Today, with the rapid development of artificial intelligence, the financial industry has higher requirements for the accuracy and security of data. Tencent recently announced the open-source release of a evaluation tool called finLLM-Eval, specifically designed for the application of large models in financial scenarios. This tool introduces, for the first time in the industry, a financial data accuracy evaluation method without GroundTruth, filling the gap in the current market for evaluation of large models in the financial field. It aims to promote the safe deployment of AI technology in high-risk, high-demand financial areas.

The core capabilities of finLLM-Eval include multiple modules, particularly highlighting the logic consistency and factual accuracy evaluation module. This module not only provides complete engineering code and example evaluation sets, but also supports users to create their own evaluation sets, automatically outputting detailed information about model performance. Users will receive a complete evaluation report, including total score, distribution of errors, and hallucination rate per thousand characters, helping them gain a deep understanding of the model's actual performance.

In addition, finLLM-Eval also has an end-to-end financial data accuracy comparison module.

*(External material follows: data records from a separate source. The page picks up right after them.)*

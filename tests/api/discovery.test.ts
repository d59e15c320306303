import { describe, expect, it } from "vitest";
import { GET as notFound, POST as notFoundPost } from "../../app/api/[...path]/route";
import { GET as data } from "../../app/api/v1/data/route";
import { GET as health } from "../../app/api/v1/health/route";
import { GET as legacyHealth } from "../../app/api/health/route";
import { GET as openapi } from "../../app/api/v1/openapi.json/route";
import { equilibrateInput } from "../../lib/schema/equilibrate-input";
import { context, json, jsonRequest } from "./request";
import packageJson from "../../package.json";

describe("GET /api/v1/health", () => {
  it("reports ok with the package version as engine version and a data-set version", async () => {
    for (const route of [health, legacyHealth]) {
      const body = await json(await route(jsonRequest("/health", "GET"), context()));
      expect(body).toMatchObject({ status: "ok", service: "hydrastate", engineVersion: packageJson.version });
      expect(body.datasetVersion).toMatch(/^[0-9a-f]{16}$/);
    }
  });
});

describe("GET /api/v1/data", () => {
  it("lists every species with its source and the data files with their provenance", async () => {
    const response = await data(jsonRequest("/data", "GET"), context());
    expect(response.status).toBe(200);
    const body = await json(response);
    const rows = body.rows as { id: string; source: string }[];
    expect(rows.find((r) => r.id === "portlandite")?.source).toBeTruthy();
    expect(rows.every((r) => typeof r.source === "string" && r.source.length > 0)).toBe(true);
    expect((body.files as { provenance: { sources: string[] } }[]).every((f) => f.provenance.sources.length > 0)).toBe(true);
  });
});

describe("GET /api/v1/openapi.json", () => {
  it("is an OpenAPI 3.1 document with every route and request schemas generated from the zod schemas", async () => {
    const body = await json(await openapi(jsonRequest("/openapi.json", "GET"), context()));
    expect(body.openapi).toBe("3.1.0");
    const paths = Object.keys(body.paths as object);
    for (const path of ["/health", "/equilibrate", "/cure", "/hydrate", "/assess", "/assess/jobs", "/assess/jobs/{id}", "/data", "/assessments", "/assessments/{id}", "/assessments/{id}/duplicate", "/assessments/compare", "/reports/{id}.pdf", "/reports/{id}.md", "/assessments/{id}.json", "/assessments/{id}.csv"])
      expect(paths).toContain(path);
    const schemas = (body.components as { schemas: Record<string, { properties?: Record<string, { minimum?: number; maximum?: number }> }> }).schemas;
    // The temperature limits of the document are those of the zod schema (0–100 °C).
    expect(schemas.EquilibrateInput.properties?.temperatureC).toMatchObject({ minimum: 0, maximum: 100 });
    expect(Object.keys(schemas.EquilibrateInput.properties ?? {}).sort()).toEqual(Object.keys(equilibrateInput.shape).sort());
    expect(schemas.AssessInput.properties).toHaveProperty("binder");
    // POST /cure takes either form of the curing input, each from its own zod schema.
    expect(schemas.CuringBinderFormInput.properties).toHaveProperty("binder");
    expect(schemas.CuringBinderFormInput.properties).not.toHaveProperty("cement");
    const cureBody = (body.paths as Record<string, { post: { requestBody: { content: Record<string, { schema: unknown }> } } }>)["/cure"].post.requestBody.content["application/json"].schema;
    expect(cureBody).toEqual({ oneOf: [{ $ref: "#/components/schemas/CuringInput" }, { $ref: "#/components/schemas/CuringBinderFormInput" }] });
  });
});

describe("unknown API routes", () => {
  it("answer 404 with a JSON body naming the path, for any method", async () => {
    for (const route of [notFound, notFoundPost]) {
      const response = await route(new Request("http://localhost/api/v1/nope"), context({ path: ["v1", "nope"] }));
      expect(response.status).toBe(404);
      expect(await json(response)).toEqual({ error: "not_found", message: "no API route at /api/v1/nope", path: "/api/v1/nope" });
    }
  });
});

describe("methods a route does not support", () => {
  it("answer 405 with a JSON body and the Allow header", async () => {
    const { PUT } = await import("../../app/api/v1/health/route");
    const { DELETE } = await import("../../app/api/v1/assessments/route");
    const health = await PUT(jsonRequest("/health", "PUT"), context());
    expect(health.status).toBe(405);
    expect(health.headers.get("allow")).toBe("GET");
    expect(await json(health)).toEqual({ error: "method_not_allowed", message: "allowed methods: GET", allowed: ["GET"] });
    const list = await DELETE(jsonRequest("/assessments", "DELETE"), context());
    expect(list.headers.get("allow")).toBe("GET, POST");
  });
});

The biggest highlight of this technical solution is that it can automatically extract the three elements of financial facts—"subject × time × indicator" based on real user questions without GroundTruth, and verify them through an internal financial database, eliminating the need for manual annotation.

More intelligently, finLLM-Eval introduces the AgentAsJudger automated evaluation mechanism. The entire evaluation process requires no human intervention, as the AI agent can automatically extract factual points and logical chains, compare them with relevant content or the financial database, achieving an accuracy rate of over 96%. This innovation not only improves evaluation efficiency but also ensures the reliability of evaluation results.

Looking ahead, the project team plans to continuously iterate on finLLM-Eval. In the future, it will support data verification and result attribution for non-financial indicators, helping to further develop and improve financial technology.